Interestingly the significant reduction in cell viability of colorectal cancer cell lines treated with mono-RL contrasts with previous work using these congeners to treat both breast cancer cell lines and melanoma cells. In 2013 Zhao and colleagues reported that it was di-RL and not mono-RL responsible for cytotoxicity when treating the breast cancer cell lines MRC-7 [42]. More recently, Adu and colleagues showed that treatment of the SK-Mel-28 melanoma cell line with mono-RLs at the same concentration range as was used in this study (10–100 μg mL−1) had no effect on viability, and it was not until mono-RL concentration was raised to above 400 μg mL−1 that one observed a significant fall in viability [11]. The differential effects glycolipids have on cancer cell lines derived from separate areas of the body has also been observed when treating both melanoma and colorectal cancer cells with sophorolipids with acidic sophorolipids causing a targeted cytotoxic effect on colorectal cancer cells whilst having no effect on melanoma cells [11,12].
These contrasting results appears to suggest the anticancer effect of glycolipid congeners is not universal for all types of cancer and that the specific cancer cell line or area of the body where the cell line was isolated from is of importance. As Adu and colleagues demonstrated that di-RLs had a cytotoxic effect on melanoma cells at concentrations above 40 μg mL−1 and Zhao and colleagues showed cytotoxicity of di-RLs in MRC-7 cells, it would be interesting to progress this work by treating colorectal cancer cells with these congeners, however 100% pure preparations or di-RLs are more difficult to produce [11,42]. The differential effects mono-RL congeners have on cell lines derived from separate types of cancer may be due to biophysical properties of the different cell membranes and how they interact with the physio-chemical properties of each different type of glycolipid congener type [48]. This may also explain why glycolipid congeners with minor modifications in molecular structure that effect their charge and hydrophobicity have differential effects on cells, as was observed in healthy colonic epithelial cells, which were detrimentally affected by treatment with lactonic sophorolipids but not acidic sophorolipids [12,35]. It would be of interest to assess if this is true for rhamnolipid type glycolipid congeners by treating both health colonic epithelial cells and colorectal tumour cells with preparations of di-RL.

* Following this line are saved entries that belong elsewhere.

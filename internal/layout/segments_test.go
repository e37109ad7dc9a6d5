package layout

import (
	"math"
	"testing"

	"github.com/scangate/scangate/schema"
)

func TestSegments(t *testing.T) {
	// Spec: ceil(rows / S), 0 rows → 0, no overflow near MaxInt64.
	for _, c := range []struct{ rows, s, want int64 }{
		{0, 100, 0}, {1, 100, 1}, {100, 100, 1}, {101, 100, 2}, {-5, 100, 0},
		{math.MaxInt64, 1, math.MaxInt64}, {math.MaxInt64, 1 << 23, 1 << 40}, {1e15, 1 << 23, 119_209_290},
	} {
		if got := Segments(c.rows, c.s); got != c.want {
			t.Errorf("Segments(%d, %d) = %d, want %d", c.rows, c.s, got, c.want)
		}
	}
}

func TestComputeWorked(t *testing.T) {
	// Worked by hand, S = 100, overhead 1.5 ms:
	//   partitions 250 (open), 130, 70 → ceil 3 + 2 + 1 = 6 segments, R = 450 rows;
	//   ideal ceil(450/100) = 5, excess 6 - 5 = 1, fill 450/(6*100) = 0.75;
	//   closed: 2 + 1 = 3 segments, 200 rows → ideal 2, excess 1;
	//   fixed overhead 6 * 1.5 = 9 ms.
	parts := []Partition{{Rows: 250, Open: true}, {Rows: 130}, {Rows: 70}}
	got := Compute(parts, 100, 1.5)
	want := Layout{Partitions: 3, Rows: 450, Segments: 6, Ideal: 5, Excess: 1, Fill: 0.75,
		ClosedSegments: 3, ClosedIdeal: 2, ClosedExcess: 1, FixedMs: 9}
	if got != want {
		t.Errorf("Compute = %+v\nwant      %+v", got, want)
	}
	// No rows: no segments, fill 0, everything finite.
	if got := Compute([]Partition{{Rows: 0}}, 100, 1.5); got != (Layout{Partitions: 1}) {
		t.Errorf("empty: %+v", got)
	}
	if got := Compute(parts, 100, math.Inf(1)); got.FixedMs != 0 {
		t.Errorf("infinite overhead: %v", got.FixedMs)
	}
}

func TestComputeDesignExample(t *testing.T) {
	// DESIGN.md §3: 7.2G rows, 14 days + 23 months, 15% growth, 8Mi-row segments.
	// Every closed partition fills its segments but the last: the excess is at most one
	// segment per closed partition (36) and the open one is not counted.
	p, err := Expand(timeTable(7_200_000_000, 0.15, schema.Tier{Grain: schema.Day, Keep: 14}, schema.Tier{Grain: schema.Month, Keep: 23}))
	if err != nil {
		t.Fatal(err)
	}
	l := Compute(p, 8<<20, 1.5)
	if l.Partitions != 37 || l.Rows != 7_200_000_000 || l.Excess < 1 || l.ClosedExcess > 36 || l.Segments != l.ClosedSegments+Segments(p[0].Rows, 8<<20) {
		t.Errorf("%+v", l)
	}
	if l.FixedMs != float64(l.Segments)*1.5 || l.Fill <= 0 || l.Fill > 1 {
		t.Errorf("fixed %v fill %v", l.FixedMs, l.Fill)
	}
}

func TestScanColumnWorked(t *testing.T) {
	// Worked by hand: 3 partitions of 1000 rows, S = 1000, a random bool column.
	// Each segment: 125 groups of 8 one-bit indexes (the hybrid encoding, see
	// TestSegmentBytesWorked); a group is one value with probability (1/2)^7 = 1/128:
	// 0.9765625 run-length groups in 1/128 + 124/128 x 255/256 = 0.97278 runs of 2 bytes,
	// 124.0234375 bit-packed groups of 1 byte in 127/128 + 124 x 127/128 x 1/128 = 1.95337
	// runs with a 2-byte header; plus a 2-byte dictionary: 131.8757 bytes. Plain, the
	// 1,000 values bit-packed are 125 bytes, fewer: the segment is written plain.
	// theta = 200 MB/s = 200,000 bytes/ms; a task is 1.5 + b/theta ms. CPU 3 tasks;
	// 2 cores: makespan 2 tasks on core 0; bound max(CPU/2, one task) (Graham 1966).
	dict := 124.0234375 + 2*(127.0/128+124*127.0/128/128) + 2*(1.0/128+124.0/128*255/256) + 2
	if got := DictionarySize(schema.Column{Type: "bool"}, 3000, 1000).Bytes(); math.Abs(got-dict) > 1e-9 {
		t.Errorf("dictionary encoded: %v, want %v", got, dict)
	}
	seg := 125.0
	task := 1.5 + seg/200000
	e := schema.Engine{SegmentRows: 1000, Cores: 2, SegmentOverheadMs: 1.5, ScanMBPerS: 200}
	parts := []Partition{{Rows: 1000}, {Rows: 1000}, {Rows: 1000}}
	s := ScanColumn(schema.Column{Type: "bool"}, 3000, parts, e)
	for _, c := range []struct {
		name      string
		got, want float64
	}{{"bytes", s.Bytes, 3 * seg}, {"cpu", s.CPUMs, 3 * task}, {"wall", s.WallMs, 2 * task}, {"bound", s.BoundMs, 3 * task / 2}} {
		if math.Abs(c.got-c.want) > 1e-9 {
			t.Errorf("%s = %v, want %v", c.name, c.got, c.want)
		}
	}
	// CPU is N*f + B/theta, and B is ColumnBytes, on an uneven layout.
	parts = []Partition{{Rows: 2500, Open: true}, {Rows: 300}, {Rows: 3000}, {Rows: 999}}
	c := schema.Column{Type: "int64", Distinct: 400}
	s = ScanColumn(c, 0, parts, e)
	b := ColumnBytes(c, parts, 1000)
	n := Compute(parts, 1000, 1.5).Segments
	if s.Bytes != b || math.Abs(s.CPUMs-(float64(n)*1.5+b/200000)) > 1e-9 || s.WallMs < s.BoundMs {
		t.Errorf("%+v, bytes %v, segments %d", s, b, n)
	}
}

Piceatannol is a new potential anticancer drug isolated from the roots of Japanese knotweed (Polygonum cuspidatum). Its structure is similar to Resveratrol, one of the most studied natural polyphenolic compounds [49]. Piceatannol has been reported to cause S phase arrest of HCT-116 cells and induce apoptosis by G0/G1 arrest in the bladder cancer cell line HT-1376 [50]. Based upon this evidence we compared the activity of Piceatannol to mono-RL congeners at the same concentrations, under the same experimental conditions. At the concentrations tested in this study, no significant effect on the viability either of the colorectal cancer cell lines was observed and imaging of stained Piceatannol treated cells revealed no evidence for the induction of apoptosis. This could be explained by the relatively short treatment time (24 h) as previous studies have suggested that cancer cell death was achieved following 72 h of co-incubation with 100 μM of Piceatannol [51]. Despite this, the data presented by this study appears to show that mono-RL congeners are far more efficacious than Piceatannol causing targeted cell death at both a lower concentration and in a shorter treatment period.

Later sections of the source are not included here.